(Stored items from a collection)

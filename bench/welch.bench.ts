// Welch PSD throughput against scipy.signal.welch, and `kinespec spectrum` start to finish against a
// python process doing the same job. Prints figures; asserts nothing (no timed tests: DEVELOPERS.md).
import { spawnSync } from 'node:child_process';
import { existsSync, mkdtempSync, readFileSync, rmSync, writeFileSync } from 'node:fs';
import { tmpdir } from 'node:os';
import { dirname, join } from 'node:path';
import { fileURLToPath } from 'node:url';
import { welchPsd } from '../packages/signal/src/index.js';

const root = join(dirname(fileURLToPath(import.meta.url)), '..');
const work = mkdtempSync(join(tmpdir(), 'kinespec-welch-bench-'));
const FS = 25600;
const SEGMENT = 8192;

/** Invented test signal: two machine lines and broadband noise (xorshift32, Box-Muller). */
function signal(n: number): Float64Array {
  let s = 2463534242;
  const u = () => {
    s ^= s << 13;
    s >>>= 0;
    s ^= s >>> 17;
    s ^= s << 5;
    s >>>= 0;
    return (s + 0.5) / 4294967296;
  };
  const x = new Float64Array(n);
  for (let i = 0; i < n; i++) {
    const t = i / FS;
    x[i] = Math.sin(2 * Math.PI * 49.7 * t) + 0.3 * Math.sin(2 * Math.PI * 1234.5 * t) + 0.1 * Math.sqrt(-2 * Math.log(u())) * Math.cos(2 * Math.PI * u());
  }
  return x;
}

const median = (a: number[]) => [...a].sort((p, q) => p - q)[Math.floor(a.length / 2)];
const fmt = (ms: number) => `${ms.toFixed(1)} ms`;

function hasScipy(): boolean {
  const r = spawnSync('python3', ['-c', 'import scipy.signal, scipy.io.wavfile, numpy'], { stdio: 'ignore' });
  return r.status === 0;
}

function benchWelch(python: boolean): void {
  const n = 1 << 20;
  const x = signal(n);
  const reps = 15;
  for (let i = 0; i < 3; i++) welchPsd(x, FS, { window: 'hann', segmentLength: SEGMENT, overlapFraction: 0.5 });
  const times: number[] = [];
  let psd = welchPsd(x, FS, { window: 'hann', segmentLength: SEGMENT, overlapFraction: 0.5 });
  for (let i = 0; i < reps; i++) {
    const t0 = performance.now();
    psd = welchPsd(x, FS, { window: 'hann', segmentLength: SEGMENT, overlapFraction: 0.5 });
    times.push(performance.now() - t0);
  }
  const ts = median(times);
  console.log(`welchPsd, 2^20 float64 samples, Hann, ${SEGMENT} segment, 50 % overlap, ${psd.averages} averages, ${reps} repetitions`);
  console.log(`  TypeScript (fft.js):   median ${fmt(ts)}, best ${fmt(Math.min(...times))}, ${(n / ts / 1e3).toFixed(1)} M samples/s`);
  if (!python) {
    console.log('  scipy: python3 with scipy not found, comparison skipped');
    return;
  }
  const dataPath = join(work, 'x.f64');
  const outPath = join(work, 'p.f64');
  writeFileSync(dataPath, new Uint8Array(x.buffer));
  const script = `
import json, sys, time
import numpy as np
from scipy import signal
x = np.fromfile(sys.argv[1], dtype='<f8')
for _ in range(3): signal.welch(x, ${FS}, window='hann', nperseg=${SEGMENT}, noverlap=${SEGMENT / 2})
times = []
for _ in range(${reps}):
    t0 = time.perf_counter()
    f, p = signal.welch(x, ${FS}, window='hann', nperseg=${SEGMENT}, noverlap=${SEGMENT / 2})
    times.append((time.perf_counter() - t0) * 1e3)
p.astype('<f8').tofile(sys.argv[2])
import scipy
print(json.dumps({"median": float(np.median(times)), "best": min(times), "scipy": scipy.__version__}))
`;
  const r = spawnSync('python3', ['-c', script, dataPath, outPath], { encoding: 'utf8' });
  if (r.status !== 0) {
    console.log(`  scipy run failed: ${r.stderr.split('\n').filter(Boolean).pop()}`);
    return;
  }
  const py = JSON.parse(r.stdout) as { median: number; best: number; scipy: string };
  const ref = new Float64Array(readFileSync(outPath).buffer.slice(0));
  let worst = 0;
  for (let k = 0; k < ref.length; k++) worst = Math.max(worst, Math.abs(psd.values[k] - ref[k]) / Math.abs(ref[k]));
  console.log(`  scipy ${py.scipy} welch:    median ${fmt(py.median)}, best ${fmt(py.best)}, ${(n / py.median / 1e3).toFixed(1)} M samples/s`);
  console.log(
    `  ratio scipy / TypeScript (>= 1 means TypeScript is at least as fast): medians ${(py.median / ts).toFixed(2)}, ` +
      `best times ${(py.best / Math.min(...times)).toFixed(2)} (best times are the steadier figure on a busy machine)`,
  );
  console.log(`  largest relative difference from scipy over ${ref.length} bins: ${worst.toExponential(2)}`);
}

/** Mono IEEE-float WAV (RIFF layout of check-values.md section 11). */
function floatWav(x: Float64Array, sampleRateHz: number): Uint8Array {
  const bytes = new Uint8Array(44 + x.length * 4);
  const v = new DataView(bytes.buffer);
  const ascii = (o: number, s: string) => [...s].forEach((c, i) => v.setUint8(o + i, c.charCodeAt(0)));
  ascii(0, 'RIFF');
  v.setUint32(4, 36 + x.length * 4, true);
  ascii(8, 'WAVE');
  ascii(12, 'fmt ');
  v.setUint32(16, 16, true);
  v.setUint16(20, 3, true);
  v.setUint16(22, 1, true);
  v.setUint32(24, sampleRateHz, true);
  v.setUint32(28, sampleRateHz * 4, true);
  v.setUint16(32, 4, true);
  v.setUint16(34, 32, true);
  ascii(36, 'data');
  v.setUint32(40, x.length * 4, true);
  new Float32Array(bytes.buffer, 44, x.length).set(x);
  return bytes;
}

function wallMs(cmd: string, args: string[]): { ms: number; ok: boolean; err: string } {
  const t0 = performance.now();
  const r = spawnSync(cmd, args, { encoding: 'utf8', maxBuffer: 1 << 28 });
  return { ms: performance.now() - t0, ok: r.status === 0, err: (r.stderr ?? '').split('\n').filter(Boolean).pop() ?? '' };
}

function benchCli(python: boolean): void {
  const bin = join(root, 'services/cli/bin/kinespec.js');
  const built = join(root, 'services/cli/dist/verbs/spectrum.js');
  const n = 1 << 22;
  const wav = join(work, 'feed-pump-de.wav');
  writeFileSync(wav, floatWav(signal(n), FS));
  console.log(`\nkinespec spectrum on a 2^22-sample float32 WAV (${FS} Hz, ${(n / FS).toFixed(0)} s), start to finish, --json to a pipe, 5 runs`);
  if (!existsSync(built)) {
    console.log('  services/cli/dist is missing: run `npm run build` first; skipped');
    return;
  }
  const cli = Array.from({ length: 5 }, () => wallMs(process.execPath, [bin, 'spectrum', wav, '--unit', 'g', '--json']));
  if (!cli[0].ok) {
    console.log(`  kinespec failed: ${cli[0].err}`);
    return;
  }
  const cliMs = median(cli.map((c) => c.ms));
  console.log(`  kinespec spectrum (node ${process.version}): median ${fmt(cliMs)}`);
  if (!python) {
    console.log('  python3 with scipy not found, comparison skipped');
    return;
  }
  // the same job in python: read the WAV, Welch (Hann, 8192, 50 %), rms scaling, overall rms, top peaks, JSON out
  const script = `
import json, sys
import numpy as np
from scipy.io import wavfile
from scipy import signal
fs, x = wavfile.read(sys.argv[1])
x = x.astype(np.float64)
f, p = signal.welch(x, fs, window='hann', nperseg=8192, noverlap=4096, scaling='spectrum')
w = signal.get_window('hann', 8192)
enbw = len(w) * np.sum(w**2) / np.sum(w)**2
rms = float(np.sqrt(np.sum(p) / enbw))
v = np.sqrt(p)
k = np.argsort(v)[::-1][:10]
json.dump({"sampleRateHz": fs, "overall": {"rms": rms}, "peaks": [{"frequencyHz": float(f[i]), "amplitude": float(v[i])} for i in k],
           "frequenciesHz": f.tolist(), "values": v.tolist()}, sys.stdout)
`;
  const py = Array.from({ length: 5 }, () => wallMs('python3', ['-c', script, wav]));
  if (!py[0].ok) {
    console.log(`  python failed: ${py[0].err}`);
    return;
  }
  const pyMs = median(py.map((c) => c.ms));
  console.log(`  python3 + scipy (wavfile.read + welch + json): median ${fmt(pyMs)}`);
  console.log(`  ratio python / kinespec (>= 1 means kinespec is at least as fast): ${(pyMs / cliMs).toFixed(2)}`);
}

try {
  const python = hasScipy();
  benchWelch(python);
  benchCli(python);
} finally {
  rmSync(work, { recursive: true, force: true });
}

**EXERCISE REQUIREMENTS:** The lines above starting at the one that contains "v.setUint32(40, x.length * 4, true);" and ending at the one that contains "enbw = len(w) * np.sum(w**2) / np.sum(w)**2" must be transcribed exactly, and no other lines may appear.

**YOUR RESPONSE:**
  v.setUint32(40, x.length * 4, true);
  new Float32Array(bytes.buffer, 44, x.length).set(x);
  return bytes;
}

function wallMs(cmd: string, args: string[]): { ms: number; ok: boolean; err: string } {
  const t0 = performance.now();
  const r = spawnSync(cmd, args, { encoding: 'utf8', maxBuffer: 1 << 28 });
  return { ms: performance.now() - t0, ok: r.status === 0, err: (r.stderr ?? '').split('\n').filter(Boolean).pop() ?? '' };
}

function benchCli(python: boolean): void {
  const bin = join(root, 'services/cli/bin/kinespec.js');
  const built = join(root, 'services/cli/dist/verbs/spectrum.js');
  const n = 1 << 22;
  const wav = join(work, 'feed-pump-de.wav');
  writeFileSync(wav, floatWav(signal(n), FS));
  console.log(`\nkinespec spectrum on a 2^22-sample float32 WAV (${FS} Hz, ${(n / FS).toFixed(0)} s), start to finish, --json to a pipe, 5 runs`);
  if (!existsSync(built)) {
    console.log('  services/cli/dist is missing: run `npm run build` first; skipped');
    return;
  }
  const cli = Array.from({ length: 5 }, () => wallMs(process.execPath, [bin, 'spectrum', wav, '--unit', 'g', '--json']));
  if (!cli[0].ok) {
    console.log(`  kinespec failed: ${cli[0].err}`);
    return;
  }
  const cliMs = median(cli.map((c) => c.ms));
  console.log(`  kinespec spectrum (node ${process.version}): median ${fmt(cliMs)}`);
  if (!python) {
    console.log('  python3 with scipy not found, comparison skipped');
    return;
  }
  // the same job in python: read the WAV, Welch (Hann, 8192, 50 %), rms scaling, overall rms, top peaks, JSON out
  const script = `
import json, sys
import numpy as np
from scipy.io import wavfile
from scipy import signal
fs, x = wavfile.read(sys.argv[1])
x = x.astype(np.float64)
f, p = signal.welch(x, fs, window='hann', nperseg=8192, noverlap=4096, scaling='spectrum')
w = signal.get_window('hann', 8192)
enbw = len(w) * np.sum(w**2) / np.sum(w)**2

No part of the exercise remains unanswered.